I often hear people slagging PHP off because of the way some people use it.
Would anyone on here be able to provide a 'good php' and 'bad php' example just for reference like
I'm not a PHP programmer (at heart, or by profession), so I can't point to particular examples of good and bad PHP, but I
can tell you that it doesn't matter: good PHP is the same as good Python or good Ruby or good Perl.
There are always two levels of badness: design (i.e. architecture, structure, separation) and implementation (the tools/software, language and actual code). Every program has an overall structure and concept (hopefully) and an actual implementation. PHP encourages bad structure, and hinders good implementation.

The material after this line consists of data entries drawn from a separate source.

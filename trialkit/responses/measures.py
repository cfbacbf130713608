"""The measures a trial's ``[[response]]`` may name, and the check of a trial against them.

Known measures are the responses computed from the readings
(:data:`trialkit.responses.definitions.RESPONSES`, per coupon, summarised per bath) and
the cost measures worked out from the recipes (:data:`trialkit.responses.bath_cost.
COST_MEASURES`).  ``trialkit plan`` checks a trial's measures before anything is laid out.
"""

from __future__ import annotations

from trialkit.exceptions import TrialFileError
from trialkit.problems import ProblemReport, did_you_mean
from trialkit.responses.bath_cost import COST_MEASURES
from trialkit.responses.definitions import RESPONSES


def known_measures() -> dict[str, str]:
    """Measure name -> one line saying what it is (unit first)."""
    out = {name: f"[{unit or 'no unit'}] {method}"
           for name, (unit, _, method) in RESPONSES.items()}
    out.update({name: f"[{unit}] {text}" for name, (unit, _, text) in COST_MEASURES.items()})
    return out


def measures_text() -> str:
    """The measures a response may name, one per line (``trialkit new --measures``)."""
    known = known_measures()
    width = max(map(len, known))
    return "\n".join(f"{name:<{width}}  {text}" for name, text in known.items())


def check_measures(trial) -> None:
    """Refuse a trial whose responses name a measure trialkit does not compute.

    Raises
    ------
    TrialFileError
        Listing every unknown measure, with the nearest known one.

    Examples
    --------
    >>> from types import SimpleNamespace
    >>> from trialkit.trial.spec import ResponseSpec
    >>> t = SimpleNamespace(path=None, responses=(ResponseSpec("r", measure="removal_pc"),))
    >>> try:
    ...     check_measures(t)
    ... except TrialFileError as exc:
    ...     print("removal_pct" in str(exc))
    True
    """
    names = list(known_measures())
    problems = ProblemReport(str(getattr(trial, "path", None) or "trial file"))
    for i, spec in enumerate(trial.responses, start=1):
        measure = spec.measure or spec.name
        if measure not in names:
            problems.add(f"response[{i}].measure", f"unknown measure {measure!r} for "
                         f"response {spec.name!r}", value=measure, check="unknown_measure",
                         fix=did_you_mean(measure, names) + " ('trialkit new --measures' "
                         "lists every measure)")
    problems.raise_if_any(TrialFileError, "The trial's responses name measures trialkit "
                                          "does not compute; nothing was written.")
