"""Cost responses: what each bath of a plan costs, from its recipe.

A trial can name a cost as a response (``measure = "cost_per_l"``, ``"cost_per_bath"`` or
``"cost_per_m2"``, per square metre of coupon area): the value of each bath comes from the
recipe the chemistry stage works out for it (:func:`trialkit.chemistry.recipes_for_plan`,
with the catalogue's prices), so cost can be traded against removal and attack with no
hand-entered cost column.
"""

from __future__ import annotations

import math

import pandas as pd

from trialkit.exceptions import ResponseError

#: measure -> (unit text, field of :class:`trialkit.chemistry.cost.BathCost`, description)
COST_MEASURES: dict[str, tuple[str, str, str]] = {
    "cost_per_l": ("per L", "per_l", "ingredient cost per litre of bath, from its recipe"),
    "cost_per_bath": ("per bath", "total", "ingredient cost of the whole bath, from its "
                      "recipe"),
    "cost_per_m2": ("per m²", "per_m2", "ingredient cost per square metre of coupon area "
                    "in the bath, from its recipe"),
}


def cost_unit(measure: str, currencies) -> str:
    """The unit of a cost measure in the one currency of its baths, e.g. ``EUR/L``; the
    bare ``per L`` when the baths are priced in several currencies or in none.

    >>> cost_unit("cost_per_l", ["EUR", "EUR"]), cost_unit("cost_per_bath", ["EUR", "USD"])
    ('EUR/L', 'per bath')
    """
    text = COST_MEASURES[measure][0]
    found = {str(c) for c in currencies if isinstance(c, str) and c}
    if len(found) != 1:
        return text
    return f"{found.pop()}{text.replace('per ', '/') if text != 'per bath' else ' per bath'}"


def bath_costs(plan) -> pd.DataFrame:
    """One row per bath of ``plan``: ``bath``, each cost measure, ``currency``.

    Raises
    ------
    ResponseError
        The trial has no ``[bath]`` section to work the recipes out from.
    """
    from trialkit.chemistry.bathspec import BathSection
    from trialkit.chemistry.mixing_sheet import recipes_for_plan

    if not isinstance((plan.trial.sections or {}).get("bath"), BathSection):
        raise ResponseError("a cost response needs the trial's [bath] section (the recipes "
                            "and the catalogue's prices give the cost); add one, or remove "
                            "the cost response")
    sheet = recipes_for_plan(plan)
    rows = []
    for bath, index in sheet.bath_recipe.items():
        cost = sheet.recipes[index - 1].cost
        row = {"bath": str(bath), "currency": cost.currency}
        for measure, (_, attr, _) in COST_MEASURES.items():
            value = getattr(cost, attr)
            row[measure] = float(value) if value is not None else math.nan
        rows.append(row)
    return pd.DataFrame(rows, columns=["bath", *COST_MEASURES, "currency"])
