def parse_ingredient(raw: Any, problems: ProblemReport, where: str) -> Ingredient | None:
    """Read one ``[[ingredient]]`` table; problems are added to ``problems``."""
    if not isinstance(raw, dict):
        problems.add(where, "an ingredient must be a table", value=raw, check="not_a_table",
                     fix="write it as [[ingredient]] with name = ..., formula = ...")
        return None
    before = len(problems)
    allowed = {"name", "aliases", "formula", "hydrate", "assay", "form", "role", "species",
               "density_g_ml", "strength_w_w", "fe_per_mol", "hazards", "price", "notes"}
    for key in raw:
        if key not in allowed:
            problems.add(f"{where}.{key}", "unknown key in an ingredient", value=key,
                         check="unknown_key", fix=did_you_mean(key, sorted(allowed)))
    name = raw.get("name")
    if not isinstance(name, str) or not name.strip():
        problems.add(f"{where}.name", "every ingredient needs a name", value=name,
                     check="missing_name", fix='add name = "..."')
        name = "?"
    formula = raw.get("formula", "")
    if not isinstance(formula, str):
        problems.add(f"{where}.formula", "formula must be text", value=formula,
                     check="bad_formula")
        formula = ""
    if formula:
        try:
            _molar_mass(formula)
        except Exception:
            problems.add(f"{where}.formula", "molmass cannot read this formula",
                         value=formula, check="bad_formula",
                         fix="write it like 'C6H8O7' (hydrate water goes in 'hydrate')")
    hydrate = raw.get("hydrate", 0)
    if not isinstance(hydrate, int) or isinstance(hydrate, bool) or hydrate < 0:
        problems.add(f"{where}.hydrate", "hydrate must be a whole number >= 0",
                     value=hydrate, check="bad_hydrate")
        hydrate = 0
    assay = _fraction(raw.get("assay", 1.0), f"{where}.assay", problems, "assay")
    strength = raw.get("strength_w_w")
    if strength is not None:
        strength = _fraction(strength, f"{where}.strength_w_w", problems, "strength_w_w")
    form = raw.get("form", "solid")
    if form not in FORMS:
        problems.add(f"{where}.form", "unknown physical form", value=form,
                     check="bad_form", fix=did_you_mean(str(form), FORMS))
    role = raw.get("role", "salt")
    if role not in ROLES:
        problems.add(f"{where}.role", "unknown role", value=role, check="bad_role",
                     fix=did_you_mean(str(role), ROLES))
    density = raw.get("density_g_ml")
    if density is not None and (not _is_number(density) or not 0.5 < density < 3.0):
        problems.add(f"{where}.density_g_ml", "density must be a number between 0.5 and 3 "
                     "g/mL", value=density, check="bad_density")
        density = None
    if form == "liquid" and density is None:
        problems.add(f"{where}.density_g_ml", "a liquid needs its density", value="",
                     check="missing_density", fix="add density_g_ml = 1.0 (or the real value)")
    species = raw.get("species", {})
    if not isinstance(species, dict):
        problems.add(f"{where}.species", "species must be a table such as { Na = 4, Edta = 1 }",
                     value=species, check="bad_species")
        species = {}
    for sp, n in species.items():
        if sp not in SPECIES:
            problems.add(f"{where}.species.{sp}", "unknown PHREEQC master species", value=sp,
                         check="unknown_species", fix=did_you_mean(sp, SPECIES))
        if not _is_number(n) or n <= 0:
            problems.add(f"{where}.species.{sp}", "moles per mole must be a positive number",
                         value=n, check="bad_species")
    if species and not formula:
        problems.add(f"{where}.formula", "an ingredient with species needs a formula",
                     value="", check="missing_formula")
    fe = raw.get("fe_per_mol", 0)
    if not _is_number(fe) or fe < 0:
        problems.add(f"{where}.fe_per_mol", "fe_per_mol must be a number >= 0", value=fe,
                     check="bad_fe_per_mol")
        fe = 0
    hazards = raw.get("hazards", [])
    if not isinstance(hazards, list):
        hazards = [hazards]
    for h in hazards:
        if h not in HAZARDS:
            problems.add(f"{where}.hazards", "unknown caution key", value=h,
                         check="unknown_hazard", fix=did_you_mean(str(h), HAZARDS))
    price = _parse_price(raw.get("price"), f"{where}.price", problems)
    aliases = raw.get("aliases", [])
    if not isinstance(aliases, list) or not all(isinstance(a, str) for a in aliases):
        problems.add(f"{where}.aliases", "aliases must be a list of names", value=aliases,
                     check="bad_aliases")
        aliases = []
    if len(problems) > before:
        return None
    return Ingredient(
        name=name.strip(), formula=formula, hydrate=hydrate, assay=assay, form=form,
        role=role, species={k: float(v) for k, v in species.items()},
        density_g_ml=None if density is None else float(density),
        strength_w_w=strength, fe_per_mol=float(fe), hazards=tuple(hazards), price=price,
        aliases=tuple(aliases),
    )
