def compute_responses(
    readings: pd.DataFrame,
    *,
    coupon_spec: Any = None,
    metal: str | None = None,
    density_g_cm3: float | None = None,
    timecourse: pd.DataFrame | None = None,
    blank_loss_g_per_m2: float | None = None,
    kinetic_model: str = "auto",
    strict: bool = False,
) -> Responses:
    """Compute the coupon and bath responses from the current readings.

    Parameters
    ----------
    readings : pandas.DataFrame
        One row per coupon with at least ``coupon``, ``bath``, ``coupon_kind``
        (``"rusted"``/``"witness"``), other plan columns and the entry fields of
        :data:`trialkit.records.fields.COUPON_FIELDS` (NaN where not recorded).
    coupon_spec : CouponSpec or dict, optional
        The trial's ``[coupons]`` section: ``shape``, dimensions in mm, ``holes``,
        ``area_cm2``, ``metal``, ``cleaning_cycles``.  Recorded dimensions override it.
    metal : str, optional
        Coupon metal in :mod:`trialkit.responses.materials`; default the spec's, else carbon steel.
    density_g_cm3 : float, optional
        Use this density instead of the table's.
    timecourse : pandas.DataFrame, optional
        Long time-course readings (``coupon``, ``bath``, ``elapsed_h``, ``coverage_pct``).
    blank_loss_g_per_m2 : float, optional
        Loss per area of an unexposed blank cleaned the same way (ASTM G1), subtracted
        from coupons without recorded cleaning cycles.
    kinetic_model : str
        Passed to :func:`trialkit.responses.kinetics.fit_removal`.
    strict : bool
        Raise :class:`ResponseError` listing every problem instead of carrying on.

    Returns
    -------
    Responses
    """
    if not isinstance(readings, pd.DataFrame):
        raise ResponseError(f"readings must be a pandas DataFrame; got {type(readings)}.")
    missing = [c for c in ("coupon", "bath", "coupon_kind") if c not in readings]
    if missing:
        raise ResponseError(
            f"readings lack the plan column(s) {missing}; got {list(readings.columns)}. "
            "Pass the readings with the plan columns (coupon, bath, coupon_kind, ...).")
    report = ProblemReport("readings")
    notes: list[str] = []
    frame = readings.reset_index(drop=True).copy()
    frame["coupon"] = frame["coupon"].astype(str)
    frame["bath"] = frame["bath"].astype(str)

    metal_name = metal or _spec_get(coupon_spec, "metal") or "carbon steel"
    try:
        found = lookup_metal(metal_name)
        metal_name, density = found.name, found.density_g_cm3
    except TrialkitError as exc:
        if density_g_cm3 is None:
            report.add("coupons.metal", str(exc), value=metal_name, check="unknown_metal",
                       fix="name a metal of the table or pass density_g_cm3")
        density = math.nan
    if density_g_cm3 is not None:
        density = float(density_g_cm3)

    kind = frame["coupon_kind"].astype(str).str.strip().str.lower()
    for i in frame.index[~kind.isin(["rusted", "witness"])]:
        report.add(frame.at[i, "coupon"], "coupon_kind must be 'rusted' or 'witness'",
                   value=frame.at[i, "coupon_kind"], check="bad_coupon_kind",
                   column="coupon_kind", fix="correct the plan column")
    frame["coupon_kind"] = kind

    out = pd.DataFrame(index=frame.index)
    out["area_cm2"] = defs.coupon_areas(frame, coupon_spec, report, coupon_area_cm2)
    out["exposure_h"] = defs.exposure_hours(frame, report)

    initial = _num(frame, "mass_initial_g")
    cycle_cols = defs.cycle_columns(frame, _spec_get(coupon_spec, "cleaning_cycles"), _CYCLE)
    cycles = frame[cycle_cols].apply(pd.to_numeric, errors="coerce") if cycle_cols else None
    final = _num(frame, "mass_final_g")
    if cycles is not None:  # the last recorded cycle stands in for a missing final mass
        last = cycles.ffill(axis=1).iloc[:, -1]
        final = final.fillna(last)
    loss = initial - final
    bad = (final < 0) | (loss > initial)
    for i in frame.index[bad.fillna(False)]:
        report.add(frame.at[i, "coupon"], "mass loss larger than the coupon's mass",
                   value=f"{initial[i]} g -> {final[i]} g", check="mass_loss_exceeds_mass",
                   column="mass_final_g", fix="check the masses (g) for a typing error")
    loss[bad.fillna(False)] = np.nan
    for i in frame.index[(loss < 0).fillna(False)]:
        notes.append(f"{frame.at[i, 'coupon']}: mass gain of {-loss[i]:.4g} g (incomplete "
                     "cleaning or adherent deposit?)")
    area = out["area_cm2"]
    out["mass_loss_g"] = loss
    out["mass_loss_g_per_m2"] = loss / area * 1e4

    corrected, how = defs.cleaning_corrections(frame, initial, loss, cycles, area,
                                               blank_loss_g_per_m2, cycle_extrapolation,
                                               report, notes)
    out["corrected_mass_loss_g"] = corrected
    out["corrected_mass_loss_g_per_m2"] = corrected / area * 1e4
    out["cleaning_correction"] = how

    witness = frame["coupon_kind"] == "witness"
    rusted = frame["coupon_kind"] == "rusted"
    per_m2 = out["corrected_mass_loss_g_per_m2"]
    out["base_metal_loss_g_per_m2"] = np.where(witness, per_m2, np.nan)
    rate = pd.Series(np.nan, index=frame.index)
    ok = witness & corrected.notna() & area.notna() & out["exposure_h"].notna()
    if ok.any() and math.isfinite(density):
        rate[ok] = corrosion_rate(corrected[ok].to_numpy(), area[ok].to_numpy(),
                                  out["exposure_h"][ok].to_numpy(), density, unit="mm/y")
    out["corrosion_rate_mm_per_y"] = rate

    estimate = defs.witness_estimate(frame, out, witness, rusted, report)
    out.loc[rusted, "base_metal_loss_g_per_m2"] = estimate[rusted]
    out["rust_removed_g_per_m2"] = np.where(rusted, per_m2 - estimate, np.nan)

    before = defs.coverage(frame, "coverage_before_pct", report)
    after = defs.coverage(frame, "coverage_after_pct", report)
    removal = (before - after) / before * 100.0
    removal[~rusted | (before <= 0)] = np.nan
    for i in frame.index[rusted & (before == 0)]:
        notes.append(f"{frame.at[i, 'coupon']}: no rust before immersion, removal % undefined")
    out["removal_pct"] = removal
    out["coverage_after_pct"] = after
    out["rust_grade"] = d610_grades(after)

    plan_cols = [c for c in frame.columns if c not in defs.ENTRY_COLUMNS
                 and not _CYCLE.match(str(c))]
    coupons = pd.concat([frame[plan_cols], out], axis=1)
    baths = defs.bath_table(coupons, plan_cols)

    fits: dict[str, RemovalFit] = {}
    if timecourse is not None and len(timecourse):
        ktable, fits, failed = fit_baths(timecourse, model=kinetic_model)
        for bath, message in failed:
            report.add(bath, message, check="kinetics_not_fitted", fix="see message")
        if len(ktable):
            baths = baths.merge(ktable, on="bath", how="left")
        for bath, fit in fits.items():
            notes.extend(f"{bath}: {n}" for n in fit.notes)

    if strict:
        report.raise_if_any(ResponseError, "responses not computed:")
    if report:
        warnings.warn(TrialkitWarning(
            f"{len(report)} problem(s) in the readings; affected values are missing "
            "(see Responses.problems)"), stacklevel=2)
    return Responses(coupons=coupons, baths=baths, methods=defs.methods(density, metal_name),
                     problems=report, warnings=notes, metal=metal_name,
                     density_g_cm3=density, kinetics=fits)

Architecturally, a good PHP application will look like a good Python, Ruby or Java application. It doesn't matter: all good apps are based on some solid model/pattern like
MVC,
MVP, the
actor model or whatever. At any rate, they have a robust, clean, logical, and extensible core concept.
It's similar to writing a CSS file: you try to find commonality between elements and abstract and combine that commonality.

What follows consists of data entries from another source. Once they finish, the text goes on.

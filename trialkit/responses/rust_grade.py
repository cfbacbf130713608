"""Rust grade of a surface from the share of its area still rusted (ASTM D610 scale).

ASTM D610 (with SSPC-VIS 2), Table 1 "Scale and description of rust ratings", grades a
surface 10 (best) to 0 by the percent of area rusted.  Grade g covers the interval
(lower, upper]: more than ``lower`` and at most ``upper`` percent.  Boundaries as read
from a retrieved copy of ASTM D610-08 (reapproved 2012), Table 1.

Examples
--------
>>> d610_grade(0.01), d610_grade(0.011), d610_grade(60)
(10, 9, 0)
"""

from __future__ import annotations

import math

import numpy as np
import pandas as pd

from trialkit.exceptions import ResponseError

#: (grade, upper boundary in % area rusted, inclusive), best grade first.
#: Source: ASTM D610-08 (R2012) Table 1; grade 0 is "greater than 50 percent".
D610_UPPER_PCT: tuple[tuple[int, float], ...] = (
    (10, 0.01),
    (9, 0.03),
    (8, 0.1),
    (7, 0.3),
    (6, 1.0),
    (5, 3.0),
    (4, 10.0),
    (3, 16.0),
    (2, 33.0),
    (1, 50.0),
    (0, 100.0),
)

SCALE_NAME = "ASTM D610 (SSPC-VIS 2) rust grade"


def d610_grade(pct_area_rusted: float) -> int | None:
    """ASTM D610 grade (10..0) for a percent of area rusted; ``None`` for NaN.

    Raises
    ------
    ResponseError
        The percentage is outside 0–100.
    """
    if pct_area_rusted is None:
        return None
    p = float(pct_area_rusted)
    if math.isnan(p):
        return None
    if not 0.0 <= p <= 100.0:
        raise ResponseError(
            f"percent of area rusted must be between 0 and 100; got {pct_area_rusted}. "
            "Enter coverage as a percentage of the coupon surface."
        )
    for grade, upper in D610_UPPER_PCT:
        if p <= upper:
            return grade
    return 0  # pragma: no cover - p <= 100 always matches


def d610_grades(pct_area_rusted) -> pd.Series:
    """Vectorised :func:`d610_grade`: a nullable integer Series (``<NA>`` where NaN).

    Examples
    --------
    >>> d610_grades([0.5, 12.0, float("nan")]).tolist()
    [6, 3, <NA>]
    """
    values = pd.Series(pct_area_rusted, dtype=float)
    arr = values.to_numpy()
    bad = ~np.isnan(arr) & ((arr < 0) | (arr > 100))
    if bad.any():
        raise ResponseError(
            f"percent of area rusted must be between 0 and 100; got {arr[bad][:3].tolist()}."
            " Enter coverage as a percentage of the coupon surface."
        )
    uppers = np.array([u for _, u in D610_UPPER_PCT])
    grades = np.array([g for g, _ in D610_UPPER_PCT])
    idx = np.searchsorted(uppers, np.nan_to_num(arr), side="left")
    out = pd.Series(grades[np.minimum(idx, len(grades) - 1)], index=values.index,
                    dtype="Int64")
    out[np.isnan(arr)] = pd.NA
    return out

That is the foundation of good development: finding the right model/structure for your application; and that is the principle PHP, by its fundamental nature, rapes. PHP is essentially a programming language embedded in HTML, which is arse-about-tit right off the bat. HTML is
always subordinate to the code. It's a
markup language, FFS. So PHP enables, nay encourages, you to get into some filthy habits from the word go. Including 'business logic' (i.e. application behaviour, not UI behaviour) in the UI code; directly calling SQL on the database; not validating user input; not organising your site from the start; copy-pasting-code; etc. In short, PHP makes things that are very difficult appear easy by
hiding the problems, not solving them. Any Python, Ruby or especially Java programmer faced with the task of interfacing with the Web will immediately see the enormity of the situation; the PHP programmer is given no hint.
Of course, that won't discourage experienced developers, but the PHP
language itself is shitty. Originally, it was a thrown-together bunch of scripts, and that still shows today. It was originally modelled after C (no namespaces) and suffers from badly- and inconsistently-named functions, and higher-level features feel tacked-on. Technologically, it's also shit: PHP is far slower than other interpreted languages.
So, at the implementation level it sucks beyond help compared to other languages. Still, it's worth learning, because it's ubiquitous.
Basically, PHP is the C of the Internet. It isn't, wasn't and never will be the best language, but it's just good enough that it will run anywhere, and any twat can use it. And so it is everywhere, and every twat is using it.